Фру Торкильдсен, видимо, знала, что сегодня ночью Майор нас покинет, но разговаривала с ним так, будто это обычный день, а они просто возвращаются домой. Вот вернутся, нальют себе по бокальчику, усядутся в кресла и будут наблюдать, как день медленно соскользает в ночь. Свечи зажгут. Гайдна послушают. Камин растопят. Беседовать будут, тихо и неторопливо. И все наладится.

Фру Торкильдсен пускай говорит что ей угодно, но, боюсь, уже поздно. Тело, к которому она всю ночь прижималась, постепенно закрывалось. Майор по-прежнему где-то там, внутри, он словно механик, который ходит по мастерской и выключает один рубильник за другим, заворачивает вентили и гасит свет. От этого маленького механика пахнет спиртом и разложением, именно так ему и хочется пахнуть.

— Надеюсь, излишне говорить, что я люблю тебя…

Слова фру Торкильдсен настолько очевидны, что я почти не удивился, а ведь то, что она вообще их произнесла, крайне странно. Я прежде ничего подобного от фру Торкильдсен не слыхал.

Майор трижды громко всхлипнул. Он пока еще здесь, и хотя фру Торкильдсен этого не слышит, он меня зовет — от моего слуха это не укрылось. Лишь сама волчья мать знает, откуда у меня силы взялись, однако я поднапрягся и запрыгнул на кровать.

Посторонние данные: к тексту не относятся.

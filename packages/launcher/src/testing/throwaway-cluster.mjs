import { readdirSync } from 'node:fs';
import { migrate, seed } from '../database.mjs';
import { onEnd } from '../lifecycle.mjs';
import { discardCluster, throwaway } from '../postgres/cluster.mjs';
import { remakeDatabase } from '../postgres/databases.mjs';
import { prepareCluster } from '../preparation.mjs';
import { startOf } from '../processes.mjs';
import { step } from '../steps.mjs';

export const templateName = 'linkfell_template';

const nameOf = (kind) => `${kind}-cluster-${process.pid}-${startOf(process.pid)}`;

/** The data folders among `names` whose run is over: their process is gone, or its pid is another's by now. */
export function leftovers(kind, names, began = startOf) {
  return names.filter((name) => {
    const match = new RegExp(`^${kind}-cluster-(\\d+)-(\\d+)$`).exec(name);
    return match !== null && began(match[1]) !== match[2];
  });
}

/**
 * A cluster for one run, with a database that is migrated and holds the demo data, to copy from. Several runs may
 * go at once; each has its own cluster, and what killed runs left is swept away.
 * @param {'test' | 'bench'} kind
 * @param {object} [options]
 * @param {boolean} [options.safe] with the durability of a real cluster, for measurements
 * @param {boolean} [options.keep] one that stays up after the run, and is taken over by the next one that keeps
 */
export async function prepareTemplate(kind, { safe = false, keep = false } = {}) {
  const settings = safe ? ['max_connections=300'] : throwaway;
  const cluster = await prepareCluster(keep ? `${kind}-cluster` : nameOf(kind), { settings, keep });
  for (const name of leftovers(kind, readdirSync(cluster.home))) await discardCluster(cluster.home, name);
  if (!keep) onEnd(() => discardCluster(cluster.home, nameOf(kind)));
  await step('Template database', async () => {
    const url = await remakeDatabase(cluster, templateName);
    await migrate(url);
    await seed(url);
    return templateName;
  });
  return { TEST_DATABASE_ADMIN_URL: cluster.adminUrl, TEST_TEMPLATE_DB: templateName };
}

Втиснувшись между стеной и Майором, я уткнулся мордой ему в ладонь, вдыхая запахи моря и фосфора, пробивающиеся сквозь смерть и болезнь. Больше я не боялся.

Он перестал дышать как раз перед тем, как сердце его перестало биться. Несколько секунд оно билось вхолостую. Последнее, что Майор сделал, — это издал звук, на какой прежде был неспособен. Это был отзвук его голоса — он силился выбраться наружу, прежде чем механик доберется и до него.

Все. Майор ушел.


Фру Торкильдсен обнаружила это не сразу. Заснула ли она, не знаю, но сейчас уж точно проснулась. Она назвала его имя. Положила руку ему на лоб, а ухо поднесла к его губам и затаила дыхание. Прибор для вентиляции шипел. А после фру Торкильдсен тихо заплакала, так что пришлось мне тыкаться в нее мордой. Три раза тыкался, пока она меня не заметила. Она шмыгнула носом и положила руку мне на затылок. Чешет она отлично, хоть ей и недостает Майоровой жесткости, но зато у нее ногти длинные. А ногти — дело хорошее. А потом она посмотрела на меня и проговорила:

— Ну вот, Шлёпик, теперь только мы с тобой друг у дружки и остались.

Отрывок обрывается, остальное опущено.